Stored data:
◆ ◆ ◆ ◆ ◆

import { describe, expect, it } from 'vitest';
import type { TickDump } from '../../src/ingest/types.js';
import { haltingCurves, latestDumpPerRun } from '../../src/analysis/halting.js';
import { createRandom } from '../../src/stats/random.js';
import { at } from '../support/at.js';

/** Build a dump from sample-major rows (rows[s][t]). */
function dump(
  run: string,
  config: string,
  certainty: number[][],
  correct: number[][],
  step: number | null = null,
): TickDump {
  const ticks = certainty[0]?.length ?? 0;
  return {
    run,
    config,
    seed: run,
    file: `${run}.csv`,
    step,
    samples: certainty.length,
    ticks,
    correct: Uint8Array.from(correct.flat()),
    certainty: Float64Array.from(certainty.flat()),
    confidence: null,
  };
}

/*
 * Worked by hand (definition in METHODS.md: a sample exits at the first tick with certainty >= tau,
 * else at the last tick), 3 samples x 4 ticks, thresholds 0.5 and 0.8:
 *   sample 0: certainty .2 .6 .9 .95   correct 0 1 1 1
 *   sample 1: certainty .7 .5 .8 .4    correct 1 0 0 1   (.8 at tick 2 equals tau: exits there)
 *   sample 2: certainty .1 .3 .4 .45   correct 0 0 1 0   (never certain: exits at tick 3)
 *   tau .5: exits 1, 0, 3 -> correct 1, 1, 0 -> accuracy 2/3, mean exit tick 4/3
 *   tau .8: exits 2, 2, 3 -> correct 1, 0, 0 -> accuracy 1/3, mean exit tick 7/3
 *   exit histogram at .8: ticks 0..3 -> [0, 0, 2, 1]
 */
const RUN_A = dump(
  'a',
  'ticks=4',
  [
    [0.2, 0.6, 0.9, 0.95],
    [0.7, 0.5, 0.8, 0.4],
    [0.1, 0.3, 0.4, 0.45],
  ],
  [
    [0, 1, 1, 1],
    [1, 0, 0, 1],
    [0, 0, 1, 0],
  ],
);
// Always certain: every sample exits at tick 0; correct at tick 0: 1, 1, 0 -> accuracy 2/3, exit 0.
const RUN_B = dump(
  'b',
  'ticks=4',
  [
    [0.9, 0.9, 0.9, 0.9],
    [1, 1, 1, 1],
    [0.95, 0.1, 0.1, 0.1],
  ],
  [
    [1, 0, 0, 0],
    [1, 0, 0, 0],
    [0, 1, 1, 1],
  ],
);
// Never certain: every sample exits at tick 3; correct at tick 3: 1, 1, 1 -> accuracy 1, exit 3.
const RUN_C = dump(
  'c',
  'ticks=4',
  [
    [0, 0, 0, 0],
    [0.1, 0.2, 0.3, 0.4],
    [0.3, 0.3, 0.3, 0.3],
  ],
  [
    [0, 0, 0, 1],
    [0, 0, 0, 1],
    [0, 0, 0, 1],
  ],
);

describe('haltingCurves', () => {
  it('reproduces the hand-worked 3 x 4 dump', () => {
    const [curve] = haltingCurves([RUN_A], { thresholds: [0.5, 0.8], level: 0.95, referenceThreshold: 0.8 });
    expect(curve?.config).toBe('ticks=4');
    expect(curve?.accuracy[0]?.mean).toBeCloseTo(2 / 3, 15);
    expect(curve?.exitTick[0]?.mean).toBeCloseTo(4 / 3, 15);
    expect(curve?.accuracy[1]?.mean).toBeCloseTo(1 / 3, 15);
    expect(curve?.exitTick[1]?.mean).toBeCloseTo(7 / 3, 15);
    // One seed: no interval (null, never NaN).
    expect(curve?.accuracy[0]?.low).toBeNull();
    expect(curve?.exitTick[1]?.high).toBeNull();
    expect(curve?.exitHistogram).toEqual({ threshold: 0.8, counts: [0, 0, 2, 1] });
    expect(curve).toMatchObject({ seeds: 1, samples: 3, ticks: 4, thresholds: [0.5, 0.8] });
  });

  it('gives t-intervals across seeds and sums the histogram over runs', () => {
    // Per-run accuracy at tau .8: 1/3, 2/3, 1; mean exit tick at .5: 4/3, 0, 3.
    // 95% t-intervals stats.t.interval(0.95, 2, loc=mean(x), scale=stats.sem(x)) with the exact t quantile
    // (mpmath, 40 digits; closed form (2p - 1)/sqrt(2p(1 - p)) at df 2). scipy 1.10.1 (Debian python3-scipy)
    // gives t.ppf(.975, 2) 1.6e-10 too high, which moves the second interval by 1.4e-10
    // (tests/reference/ticks_reference.py).
    //   x = [1/3, 2/3, 1]  -> (-0.16137923725011016, 1.4947125705834434)
    //   x = [4/3, 0, 3]    -> (-2.289421343118291, 5.17831023200718)
    const [curve] = haltingCurves([RUN_A, RUN_B, RUN_C], {
      thresholds: [0.5, 0.8],
      level: 0.95,
      referenceThreshold: 0.8,
    });
    expect(curve?.seeds).toBe(3);
    expect(curve?.accuracy[1]?.mean).toBeCloseTo(2 / 3, 14);
    expect(curve?.accuracy[1]?.low).toBeCloseTo(-0.16137923725011016, 10);
    expect(curve?.accuracy[1]?.high).toBeCloseTo(1.4947125705834434, 10);
    expect(curve?.exitTick[0]?.mean).toBeCloseTo(13 / 9, 14);
    expect(curve?.exitTick[0]?.low).toBeCloseTo(-2.289421343118291, 10);
    expect(curve?.exitTick[0]?.high).toBeCloseTo(5.17831023200718, 10);
    // [0,0,2,1] + [3,0,0,0] + [0,0,0,3]
    expect(curve?.exitHistogram.counts).toEqual([3, 0, 2, 4]);
  });

  it('keeps the caller order of thresholds, allows duplicates and a reference outside the grid', () => {
    const [curve] = haltingCurves([RUN_A], { thresholds: [0.8, 0.5, 0.8], level: 0.95, referenceThreshold: 0.5 });
    expect(curve?.thresholds).toEqual([0.8, 0.5, 0.8]);
    expect(curve?.accuracy.map((a) => a.mean)).toEqual([1 / 3, 2 / 3, 1 / 3]);
    // At tau .5 the exits are 1, 0, 3.
    expect(curve?.exitHistogram).toEqual({ threshold: 0.5, counts: [1, 1, 0, 1] });
    const [other] = haltingCurves([RUN_A], { thresholds: [0.5], level: 0.95, referenceThreshold: 0.8 });
    expect(other?.exitHistogram.counts).toEqual([0, 0, 2, 1]);
  });

  it('uses the latest step of each run and groups runs by config', () => {
    const older = { ...RUN_C, run: 'a', step: 100 };
    const newer = { ...RUN_A, step: 200 };
    expect(latestDumpPerRun([newer, older])).toEqual([newer]);
    expect(latestDumpPerRun([{ ...RUN_C, run: 'a' }, newer])).toEqual([newer]); // a null step is oldest
    const curves = haltingCurves([older, newer, { ...RUN_B, config: 'ticks=8' }], {
      thresholds: [0.8],
      level: 0.95,
      referenceThreshold: 0.8,
    });
    expect(curves.map((c) => c.config)).toEqual(['ticks=4', 'ticks=8']);
    expect(curves[0]?.accuracy[0]?.mean).toBeCloseTo(1 / 3, 15);
  });

  it('agrees with a direct first-crossing search on random dumps', () => {
    const random = createRandom(7);
    const samples = 200;
    const ticks = 9;
    const thresholds = [0.1, 0.35, 0.5, 0.5001, 0.72, 0.9, 0.99];
    const certainty = Array.from({ length: samples }, () => Array.from({ length: ticks }, () => random.next()));
    const correct = Array.from({ length: samples }, () =>
      Array.from({ length: ticks }, () => (random.next() < 0.6 ? 1 : 0)),
    );
    at(certainty, 0)[3] = Number.NaN; // never triggers an exit
    const [curve] = haltingCurves([dump('r', 'c', certainty, correct)], {
      thresholds,
      level: 0.95,
      referenceThreshold: 0.72,
    });
    thresholds.forEach((tau, j) => {
      let right = 0;
      let exits = 0;
      for (let s = 0; s < samples; s++) {
        let e = at(certainty, s).findIndex((c) => c >= tau);
        if (e < 0) e = ticks - 1;
        right += at(at(correct, s), e);
        exits += e;
      }
      expect(curve?.accuracy[j]?.mean).toBeCloseTo(right / samples, 14);
      expect(curve?.exitTick[j]?.mean).toBeCloseTo(exits / samples, 14);
    });
    expect(curve?.exitHistogram.counts.reduce((a, b) => a + b, 0)).toBe(samples);
  });

  it('analyses 10,000 samples x 64 ticks x 10 seeds', () => {
    const samples = 10_000;
    const ticks = 64;
    const dumps: TickDump[] = [];
    for (let r = 0; r < 10; r++) {
      const certainty = new Float64Array(samples * ticks);
      const correct = new Uint8Array(samples * ticks);
      for (let s = 0; s < samples; s++) {
        for (let t = 0; t < ticks; t++) {
          certainty[s * ticks + t] = t / 63;
          correct[s * ticks + t] = (7 * s + t + r) % 3 === 0 ? 1 : 0;
        }
      }
      dumps.push({
        run: `r${r}`,
        config: 'big',
        seed: String(r),
        file: '',
        step: 1,
        samples,
        ticks,
        correct,
        certainty,
        confidence: null,
      });
    }
    const thresholds = [0.25, 0.5, 0.9];
    const [curve] = haltingCurves(dumps, { thresholds, level: 0.95, referenceThreshold: 0.5 });
    thresholds.forEach((tau, j) => {
      // certainty t/63 first reaches tau at the same tick for every sample and seed.
      let exit = 0;
      while (exit / 63 < tau) exit++;
      expect(curve?.exitTick[j]?.mean).toBe(exit);
      expect(curve?.exitTick[j]?.low).toBeCloseTo(exit, 12);
      let right = 0;
      for (let r = 0; r < 10; r++) for (let s = 0; s < samples; s++) right += (7 * s + exit + r) % 3 === 0 ? 1 : 0;
      expect(curve?.accuracy[j]?.mean).toBeCloseTo(right / (10 * samples), 12);
    });
    expect(curve?.exitHistogram.counts[32]).toBe(10 * samples);
    expect(curve).toMatchObject({ seeds: 10, samples, ticks });
  });

  it('throws a RangeError on bad options or inconsistent dumps', () => {
    expect(() => haltingCurves([RUN_A], { thresholds: [], level: 0.95, referenceThreshold: 0.5 })).toThrow(RangeError);
    expect(() => haltingCurves([RUN_A], { thresholds: [Number.NaN], level: 0.95, referenceThreshold: 0.5 })).toThrow(
      RangeError,
    );
    const broken = { ...RUN_A, samples: 4 };
    expect(() => haltingCurves([broken], { thresholds: [0.5], level: 0.95, referenceThreshold: 0.5 })).toThrow(
      /samples x ticks/,
    );
    const notBinary = { ...RUN_A, correct: Uint8Array.from(RUN_A.correct, (k) => k * 2) };
    expect(() => haltingCurves([notBinary], { thresholds: [0.5], level: 0.95, referenceThreshold: 0.5 })).toThrow(
      /0 or 1/,
    );
  });
});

◆ ◆ ◆ ◆ ◆

■ Task
In the records, which lines mention the word "with"? Copy those lines.

■ Answer for this exercise
 * Worked by hand (definition in METHODS.md: a sample exits at the first tick with certainty >= tau,
    // 95% t-intervals stats.t.interval(0.95, 2, loc=mean(x), scale=stats.sem(x)) with the exact t quantile
  it('agrees with a direct first-crossing search on random dumps', () => {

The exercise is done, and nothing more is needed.